● **WORK ITEM**
Copy every line in the listing that contains "DesignBudget".

● **RECORDS**
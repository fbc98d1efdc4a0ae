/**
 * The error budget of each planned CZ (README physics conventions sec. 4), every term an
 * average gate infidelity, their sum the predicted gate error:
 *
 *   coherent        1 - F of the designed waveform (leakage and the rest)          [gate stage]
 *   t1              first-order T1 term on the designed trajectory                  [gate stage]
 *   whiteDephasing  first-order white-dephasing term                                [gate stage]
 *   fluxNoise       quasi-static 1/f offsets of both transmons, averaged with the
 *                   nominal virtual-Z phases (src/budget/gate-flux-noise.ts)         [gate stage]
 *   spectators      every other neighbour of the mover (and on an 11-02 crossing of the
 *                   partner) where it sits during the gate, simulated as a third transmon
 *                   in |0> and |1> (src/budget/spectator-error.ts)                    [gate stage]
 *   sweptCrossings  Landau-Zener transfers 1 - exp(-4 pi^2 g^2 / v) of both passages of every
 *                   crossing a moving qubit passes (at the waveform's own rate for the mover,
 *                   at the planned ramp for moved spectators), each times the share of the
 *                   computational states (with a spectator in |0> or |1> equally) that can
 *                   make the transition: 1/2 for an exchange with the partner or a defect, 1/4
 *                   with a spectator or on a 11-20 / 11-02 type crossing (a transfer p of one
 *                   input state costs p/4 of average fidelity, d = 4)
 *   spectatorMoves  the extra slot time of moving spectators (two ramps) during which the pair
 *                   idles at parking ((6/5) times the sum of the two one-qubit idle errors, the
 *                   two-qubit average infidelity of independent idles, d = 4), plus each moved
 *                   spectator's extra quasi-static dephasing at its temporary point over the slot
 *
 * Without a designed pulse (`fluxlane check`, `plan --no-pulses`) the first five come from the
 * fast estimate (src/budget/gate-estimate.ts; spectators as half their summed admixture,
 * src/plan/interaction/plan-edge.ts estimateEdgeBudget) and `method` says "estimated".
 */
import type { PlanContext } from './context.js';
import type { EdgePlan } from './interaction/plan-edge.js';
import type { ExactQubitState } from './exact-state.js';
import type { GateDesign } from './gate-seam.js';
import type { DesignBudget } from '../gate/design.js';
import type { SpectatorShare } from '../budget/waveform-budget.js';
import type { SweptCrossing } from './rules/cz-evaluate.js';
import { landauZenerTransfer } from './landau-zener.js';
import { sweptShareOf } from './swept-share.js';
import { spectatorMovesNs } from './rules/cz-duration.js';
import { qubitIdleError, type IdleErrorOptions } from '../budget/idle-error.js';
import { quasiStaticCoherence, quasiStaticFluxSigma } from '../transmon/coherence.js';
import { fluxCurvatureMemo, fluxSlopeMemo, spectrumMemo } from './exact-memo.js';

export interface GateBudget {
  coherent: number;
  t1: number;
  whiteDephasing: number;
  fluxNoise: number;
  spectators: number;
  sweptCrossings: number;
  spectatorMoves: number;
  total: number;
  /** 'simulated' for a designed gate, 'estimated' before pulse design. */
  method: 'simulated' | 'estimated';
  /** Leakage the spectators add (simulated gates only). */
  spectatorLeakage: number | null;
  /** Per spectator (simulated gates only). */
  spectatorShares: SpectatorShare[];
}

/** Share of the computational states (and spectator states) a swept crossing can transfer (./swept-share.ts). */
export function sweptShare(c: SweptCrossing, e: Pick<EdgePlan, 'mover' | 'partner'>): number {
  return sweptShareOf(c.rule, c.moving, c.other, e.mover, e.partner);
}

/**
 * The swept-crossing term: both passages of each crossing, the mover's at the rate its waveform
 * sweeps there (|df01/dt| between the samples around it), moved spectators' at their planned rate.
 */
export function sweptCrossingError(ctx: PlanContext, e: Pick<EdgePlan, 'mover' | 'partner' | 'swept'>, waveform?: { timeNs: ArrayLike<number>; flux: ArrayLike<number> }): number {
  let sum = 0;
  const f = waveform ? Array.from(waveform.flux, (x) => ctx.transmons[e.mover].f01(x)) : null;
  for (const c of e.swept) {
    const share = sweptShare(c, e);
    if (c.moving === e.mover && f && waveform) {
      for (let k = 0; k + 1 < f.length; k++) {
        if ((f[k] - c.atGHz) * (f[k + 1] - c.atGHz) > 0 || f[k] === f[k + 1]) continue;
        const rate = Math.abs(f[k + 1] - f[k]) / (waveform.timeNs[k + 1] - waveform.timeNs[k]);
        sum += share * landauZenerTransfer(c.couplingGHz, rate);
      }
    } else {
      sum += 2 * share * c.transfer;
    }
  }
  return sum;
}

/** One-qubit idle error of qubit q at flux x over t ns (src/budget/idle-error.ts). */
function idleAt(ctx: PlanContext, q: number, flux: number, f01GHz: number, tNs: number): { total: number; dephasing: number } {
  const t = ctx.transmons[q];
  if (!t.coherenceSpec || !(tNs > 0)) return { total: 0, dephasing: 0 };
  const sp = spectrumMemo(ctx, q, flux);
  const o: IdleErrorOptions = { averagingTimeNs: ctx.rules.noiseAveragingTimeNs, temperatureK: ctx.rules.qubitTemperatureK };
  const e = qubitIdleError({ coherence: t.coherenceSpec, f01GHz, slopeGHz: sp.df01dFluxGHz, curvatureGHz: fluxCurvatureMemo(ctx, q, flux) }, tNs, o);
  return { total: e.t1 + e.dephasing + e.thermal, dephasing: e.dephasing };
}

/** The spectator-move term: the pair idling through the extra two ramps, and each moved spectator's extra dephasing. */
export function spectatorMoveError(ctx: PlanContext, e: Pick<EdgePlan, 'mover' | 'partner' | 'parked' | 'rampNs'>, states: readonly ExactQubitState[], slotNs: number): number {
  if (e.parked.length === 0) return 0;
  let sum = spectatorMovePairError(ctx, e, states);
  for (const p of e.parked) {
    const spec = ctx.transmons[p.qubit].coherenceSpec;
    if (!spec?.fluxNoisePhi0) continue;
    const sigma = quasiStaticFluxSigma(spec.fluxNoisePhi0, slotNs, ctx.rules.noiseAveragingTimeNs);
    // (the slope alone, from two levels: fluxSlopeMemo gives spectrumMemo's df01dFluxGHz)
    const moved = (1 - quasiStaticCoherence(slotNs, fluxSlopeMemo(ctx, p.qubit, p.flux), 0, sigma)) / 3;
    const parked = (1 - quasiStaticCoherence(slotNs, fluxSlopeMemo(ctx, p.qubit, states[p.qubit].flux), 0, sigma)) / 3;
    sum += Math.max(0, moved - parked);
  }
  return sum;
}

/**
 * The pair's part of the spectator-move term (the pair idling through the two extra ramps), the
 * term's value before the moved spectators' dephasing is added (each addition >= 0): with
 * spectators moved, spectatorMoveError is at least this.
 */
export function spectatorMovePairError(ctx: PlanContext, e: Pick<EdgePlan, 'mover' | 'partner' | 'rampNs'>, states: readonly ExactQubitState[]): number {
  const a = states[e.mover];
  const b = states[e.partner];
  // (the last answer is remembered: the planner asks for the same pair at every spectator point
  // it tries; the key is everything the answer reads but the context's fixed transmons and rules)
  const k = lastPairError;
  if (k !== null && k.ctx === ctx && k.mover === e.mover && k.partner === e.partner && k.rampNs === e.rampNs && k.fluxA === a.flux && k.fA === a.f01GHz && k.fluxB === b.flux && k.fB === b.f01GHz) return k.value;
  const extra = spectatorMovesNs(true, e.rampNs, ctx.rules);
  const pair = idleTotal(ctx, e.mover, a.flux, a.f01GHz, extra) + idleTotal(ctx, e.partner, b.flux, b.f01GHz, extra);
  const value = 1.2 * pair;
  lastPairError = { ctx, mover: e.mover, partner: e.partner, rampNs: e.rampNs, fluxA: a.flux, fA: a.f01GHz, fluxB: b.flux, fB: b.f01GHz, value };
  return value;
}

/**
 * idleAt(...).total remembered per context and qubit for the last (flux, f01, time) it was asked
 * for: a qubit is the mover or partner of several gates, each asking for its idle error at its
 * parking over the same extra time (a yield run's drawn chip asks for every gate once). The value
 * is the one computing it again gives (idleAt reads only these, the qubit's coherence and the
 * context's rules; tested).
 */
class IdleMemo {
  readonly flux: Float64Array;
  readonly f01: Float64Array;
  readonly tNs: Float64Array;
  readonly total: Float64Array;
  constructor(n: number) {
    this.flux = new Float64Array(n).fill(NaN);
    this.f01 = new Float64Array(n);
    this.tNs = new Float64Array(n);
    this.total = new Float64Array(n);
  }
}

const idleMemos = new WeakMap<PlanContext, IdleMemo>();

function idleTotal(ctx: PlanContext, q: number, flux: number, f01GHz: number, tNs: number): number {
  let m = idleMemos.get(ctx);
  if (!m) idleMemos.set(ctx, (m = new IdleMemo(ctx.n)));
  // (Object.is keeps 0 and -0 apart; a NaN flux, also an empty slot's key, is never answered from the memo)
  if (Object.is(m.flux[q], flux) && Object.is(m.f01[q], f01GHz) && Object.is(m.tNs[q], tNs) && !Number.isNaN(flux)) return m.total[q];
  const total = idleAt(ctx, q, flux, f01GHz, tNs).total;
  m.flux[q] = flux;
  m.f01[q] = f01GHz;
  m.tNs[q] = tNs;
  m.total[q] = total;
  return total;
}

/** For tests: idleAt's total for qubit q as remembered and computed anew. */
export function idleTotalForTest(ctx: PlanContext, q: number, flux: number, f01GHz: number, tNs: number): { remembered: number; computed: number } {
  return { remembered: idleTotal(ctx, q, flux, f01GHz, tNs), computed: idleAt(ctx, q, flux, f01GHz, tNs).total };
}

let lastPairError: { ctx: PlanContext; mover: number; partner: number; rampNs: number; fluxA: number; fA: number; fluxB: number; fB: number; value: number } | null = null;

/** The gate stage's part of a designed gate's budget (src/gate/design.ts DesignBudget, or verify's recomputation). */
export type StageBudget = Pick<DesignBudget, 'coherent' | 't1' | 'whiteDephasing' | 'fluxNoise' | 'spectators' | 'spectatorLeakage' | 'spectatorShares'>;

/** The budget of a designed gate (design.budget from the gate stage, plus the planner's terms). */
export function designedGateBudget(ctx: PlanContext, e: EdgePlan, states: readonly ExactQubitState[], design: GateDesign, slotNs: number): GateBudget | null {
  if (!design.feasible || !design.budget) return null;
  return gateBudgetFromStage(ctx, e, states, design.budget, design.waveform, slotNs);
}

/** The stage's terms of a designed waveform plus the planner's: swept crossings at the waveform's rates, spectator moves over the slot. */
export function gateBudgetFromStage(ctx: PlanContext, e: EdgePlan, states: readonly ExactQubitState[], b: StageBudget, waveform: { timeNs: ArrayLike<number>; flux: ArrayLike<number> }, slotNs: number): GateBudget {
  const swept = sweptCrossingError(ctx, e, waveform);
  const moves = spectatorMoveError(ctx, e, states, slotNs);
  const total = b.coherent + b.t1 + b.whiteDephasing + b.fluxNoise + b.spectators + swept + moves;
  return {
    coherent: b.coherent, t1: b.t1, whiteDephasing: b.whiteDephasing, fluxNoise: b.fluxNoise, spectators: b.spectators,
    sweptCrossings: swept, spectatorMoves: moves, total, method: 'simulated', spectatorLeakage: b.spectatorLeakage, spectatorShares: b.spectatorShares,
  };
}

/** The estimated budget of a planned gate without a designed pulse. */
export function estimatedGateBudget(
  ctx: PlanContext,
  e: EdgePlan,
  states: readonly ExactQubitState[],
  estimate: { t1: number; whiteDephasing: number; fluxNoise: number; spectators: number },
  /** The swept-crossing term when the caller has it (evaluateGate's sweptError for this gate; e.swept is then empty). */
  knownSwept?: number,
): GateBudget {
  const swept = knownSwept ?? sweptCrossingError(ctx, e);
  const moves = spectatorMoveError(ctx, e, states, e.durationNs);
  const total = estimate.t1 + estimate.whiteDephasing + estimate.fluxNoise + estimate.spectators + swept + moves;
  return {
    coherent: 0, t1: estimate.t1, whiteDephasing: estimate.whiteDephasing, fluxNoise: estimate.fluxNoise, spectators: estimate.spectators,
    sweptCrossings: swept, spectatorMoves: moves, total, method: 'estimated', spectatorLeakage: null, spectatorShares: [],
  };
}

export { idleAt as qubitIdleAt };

---

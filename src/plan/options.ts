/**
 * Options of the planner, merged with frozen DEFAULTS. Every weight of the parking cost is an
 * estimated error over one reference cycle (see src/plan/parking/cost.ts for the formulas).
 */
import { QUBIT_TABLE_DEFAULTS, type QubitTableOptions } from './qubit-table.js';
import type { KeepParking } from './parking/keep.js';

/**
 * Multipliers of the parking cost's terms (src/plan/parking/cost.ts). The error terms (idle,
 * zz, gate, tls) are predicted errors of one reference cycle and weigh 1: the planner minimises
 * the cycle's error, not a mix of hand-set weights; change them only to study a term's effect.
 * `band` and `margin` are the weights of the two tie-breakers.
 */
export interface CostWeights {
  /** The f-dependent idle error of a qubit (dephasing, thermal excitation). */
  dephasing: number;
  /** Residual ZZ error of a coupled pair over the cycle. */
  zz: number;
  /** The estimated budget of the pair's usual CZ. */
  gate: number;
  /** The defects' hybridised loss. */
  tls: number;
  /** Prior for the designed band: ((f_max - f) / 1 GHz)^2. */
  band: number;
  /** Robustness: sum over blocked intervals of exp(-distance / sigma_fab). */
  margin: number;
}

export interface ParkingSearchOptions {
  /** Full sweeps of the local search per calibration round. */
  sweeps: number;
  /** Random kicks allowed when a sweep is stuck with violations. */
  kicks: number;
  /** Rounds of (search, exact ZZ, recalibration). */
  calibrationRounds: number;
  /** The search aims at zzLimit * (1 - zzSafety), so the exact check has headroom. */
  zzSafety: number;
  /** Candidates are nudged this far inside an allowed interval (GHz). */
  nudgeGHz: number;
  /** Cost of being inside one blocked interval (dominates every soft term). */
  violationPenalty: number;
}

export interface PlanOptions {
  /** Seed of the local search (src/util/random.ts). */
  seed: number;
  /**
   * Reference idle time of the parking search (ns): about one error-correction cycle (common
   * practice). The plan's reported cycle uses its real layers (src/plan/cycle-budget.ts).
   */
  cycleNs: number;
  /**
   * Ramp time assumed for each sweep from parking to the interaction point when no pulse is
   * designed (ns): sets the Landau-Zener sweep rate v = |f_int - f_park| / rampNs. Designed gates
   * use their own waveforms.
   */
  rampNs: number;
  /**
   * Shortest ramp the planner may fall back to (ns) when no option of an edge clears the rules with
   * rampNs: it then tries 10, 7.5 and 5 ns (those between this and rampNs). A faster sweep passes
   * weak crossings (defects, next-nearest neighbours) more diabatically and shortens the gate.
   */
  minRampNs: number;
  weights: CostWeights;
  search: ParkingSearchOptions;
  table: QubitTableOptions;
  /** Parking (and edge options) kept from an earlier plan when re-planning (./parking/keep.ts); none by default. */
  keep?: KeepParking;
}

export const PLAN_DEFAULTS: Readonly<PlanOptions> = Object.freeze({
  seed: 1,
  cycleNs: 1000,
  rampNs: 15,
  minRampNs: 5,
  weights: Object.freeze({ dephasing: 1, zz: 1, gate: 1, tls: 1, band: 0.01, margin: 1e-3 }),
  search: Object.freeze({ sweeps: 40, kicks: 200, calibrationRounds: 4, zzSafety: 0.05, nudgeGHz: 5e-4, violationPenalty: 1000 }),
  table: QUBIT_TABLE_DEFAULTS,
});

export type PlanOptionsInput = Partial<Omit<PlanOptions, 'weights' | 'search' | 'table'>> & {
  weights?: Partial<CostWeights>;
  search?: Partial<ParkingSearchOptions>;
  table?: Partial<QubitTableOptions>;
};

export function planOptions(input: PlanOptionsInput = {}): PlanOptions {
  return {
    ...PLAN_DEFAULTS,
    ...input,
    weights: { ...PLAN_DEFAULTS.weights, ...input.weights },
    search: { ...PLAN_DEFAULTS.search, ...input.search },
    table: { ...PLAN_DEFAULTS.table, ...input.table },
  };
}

● **ANSWER BELOW**
import type { DesignBudget } from '../gate/design.js';
/** The gate stage's part of a designed gate's budget (src/gate/design.ts DesignBudget, or verify's recomputation). */
export type StageBudget = Pick<DesignBudget, 'coherent' | 't1' | 'whiteDephasing' | 'fluxNoise' | 'spectators' | 'spectatorLeakage' | 'spectatorShares'>;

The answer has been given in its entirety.